What exactly is your role as federal chair?
Effectively, on a plain reading of the constitution of the DA, the entire engine room – everything that moves in the party – reports to me. So my role is broad and sweeping. The way I see it is that the leader of the party will set tone, vision and direction with the new federal executive, and my job is to turn these things into strategy and execution.
Is this an especially acute time now ahead of 2029?
We have to lay the groundwork in the 2026 local government elections for success in 2029. With the ANC collapsing we’ve got to make the right kinds of breakthroughs to become the largest party in the country, without sacrificing our values. And that’s the second part of my role.
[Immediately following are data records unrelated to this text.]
-- about: Internal rates of return per project and inflation level, with the count of roots (several roots = no single IRR).
-- param: run = latest  (run id; "latest" = the newest finished run)
-- param: inflation = 0.03  (inflation level, fraction per year; the nearest grid level is used)
WITH level AS (
    SELECT inflation FROM irr_results WHERE run_id = $run
    GROUP BY inflation ORDER BY abs(inflation - $inflation) LIMIT 1
)
SELECT i.project_id, p.name, i.inflation, i.status, i.root_count, i.irr_nominal, i.irr_real,
       (SELECT string_agg(round(irr_real, 6)::VARCHAR, '; ' ORDER BY root_index)
        FROM irr_roots r WHERE r.run_id = i.run_id AND r.project_id = i.project_id AND r.inflation = i.inflation) AS real_irr_roots
FROM irr_results i JOIN level USING (inflation) JOIN run_project_names p ON p.run_id = $run AND p.project_id = i.project_id
WHERE i.run_id = $run
ORDER BY i.irr_real DESC NULLS LAST, i.project_id
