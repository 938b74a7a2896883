-- about: The assumptions and notes a run states in plain words (comparison basis of alternatives, loans, tax, ...).
-- param: run = latest  (run id; "latest" = the newest finished run)
SELECT n.topic, n.note
FROM run_notes n
WHERE n.run_id = $run
ORDER BY n.topic
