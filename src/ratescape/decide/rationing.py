"""Capital rationing in every scenario: a 0-1 integer program per scenario.

In each scenario s choose x in {0, 1}^P to

    maximise    sum_j pw[j, s] x_j
    subject to  sum_j a[k(s), b, j] x_j <= budget[s, b]     every budget period b
                sum_{j in g} x_j <= 1   (or == 1 if group g is mandatory)
                x_dep <= x_pre          every (dependent, prerequisite) pair

with HiGHS through its own Python interface (``highspy``; persistent models
per cost class, see :mod:`ratescape.decide.highs_models`). Beside the optimum
it reports the LP relaxation bound, the gap, and the profitability-index
greedy answer.

References
----------
J. H. Lorie, L. J. Savage, "Three problems in rationing capital", Journal of
Business 28(4), 1955, pp. 229-239.
H. M. Weingartner, Mathematical Programming and the Analysis of Capital
Budgeting Problems, Prentice-Hall, 1963 (0-1 formulation, mutually
exclusive and contingent projects).
Q. Huangfu, J. A. J. Hall, "Parallelizing the dual revised simplex method",
Mathematical Programming Computation 10(1), 2018, pp. 119-142 (HiGHS).
G. L. Nemhauser, L. A. Wolsey, Integer and Combinatorial Optimization,
Wiley, 1988 (reduced-cost fixing).
"""
from __future__ import annotations

import os
import sys
import time
from contextlib import contextmanager
from dataclasses import dataclass

import numpy as np

from ratescape.decide.highs_models import LP_OPTIMAL, MIP_INFEASIBLE, MIP_LIMIT, MIP_OPTIMAL, HighsModels
from ratescape.decide.rationing_problem import (
    FEASIBILITY_TOL,
    greedy_fill,
    prerequisite_pairs,
    prerequisites_met,
    problem_structure,
    validate_problem,
)

__all__ = [
    "RationingResult",
    "ration_capital",
    "STATUS_OPTIMAL",
    "STATUS_LIMIT",
    "STATUS_INFEASIBLE",
    "STATUS_OTHER",
    "STATUS_LABELS",
    "METHOD_LP_BOUND",
    "METHOD_MILP",
    "METHOD_MILP_FIXED",
    "solver_block_size",
]


#: status codes (S,) of :class:`RationingResult` (the numbers of ``scipy.optimize.milp``'s)
STATUS_OPTIMAL = 0  # optimal within mip_rel_gap


STATUS_LIMIT = 1  # time limit reached; best portfolio found is reported


STATUS_INFEASIBLE = 2  # no portfolio satisfies the constraints


STATUS_OTHER = 4

#: the one table of status names, stored in ``portfolios.status``
STATUS_LABELS = {STATUS_OPTIMAL: "optimal", STATUS_LIMIT: "limit", STATUS_INFEASIBLE: "infeasible",
                 STATUS_OTHER: "other"}


#: how a scenario's optimum was proved (``RationingResult.method``)
METHOD_LP_BOUND = 0  # a heuristic portfolio within mip_rel_gap of the LP bound: no MILP needed


METHOD_MILP = 1  # full MILP


METHOD_MILP_FIXED = 2  # MILP after reduced-cost fixing


METHOD_NONE = -1  # infeasible LP: nothing to solve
The Progressive Reform Party, in 1975 when it was merged with the PFP [Progressive Federal Party], created the position of chair of the federal council. People who held that position were Gordon Waddell, Harry Schwarz, Alex Boraine, Douglas Gibson, James Selfe and Helen Zille. Each of those were core liberal ideologues who kept the party ideologically centred, and now as we try to make our big breakthrough with probably the youngest leadership cohort in the country, someone’s got to be the hardened ideologue.
Do you have to be a hardened ideologue? Is that maybe one of the reasons the DA hasn’t grown as much as it could have?
Look, the constraints on the DA’s growth have nothing to do with ideology, but whenever we’ve fallen back it’s because we’ve betrayed who we are to our voters. You don’t have to be a liberal ideologue to vote for the DA but what you do get when you vote for the DA is the things beyond delivery that people vote for: language, culture, religion etc. The crux of the DA’s offer is that those things are best defended and protected when we defend and protect each others’ rights and responsibilities and language and culture and religion – not when we do it just for people who look like us and talk like us. And the moment we betray that is when we run into trouble. So internally, when we approach things, we must always be principled. I don’t think it wins votes but the opposite loses votes.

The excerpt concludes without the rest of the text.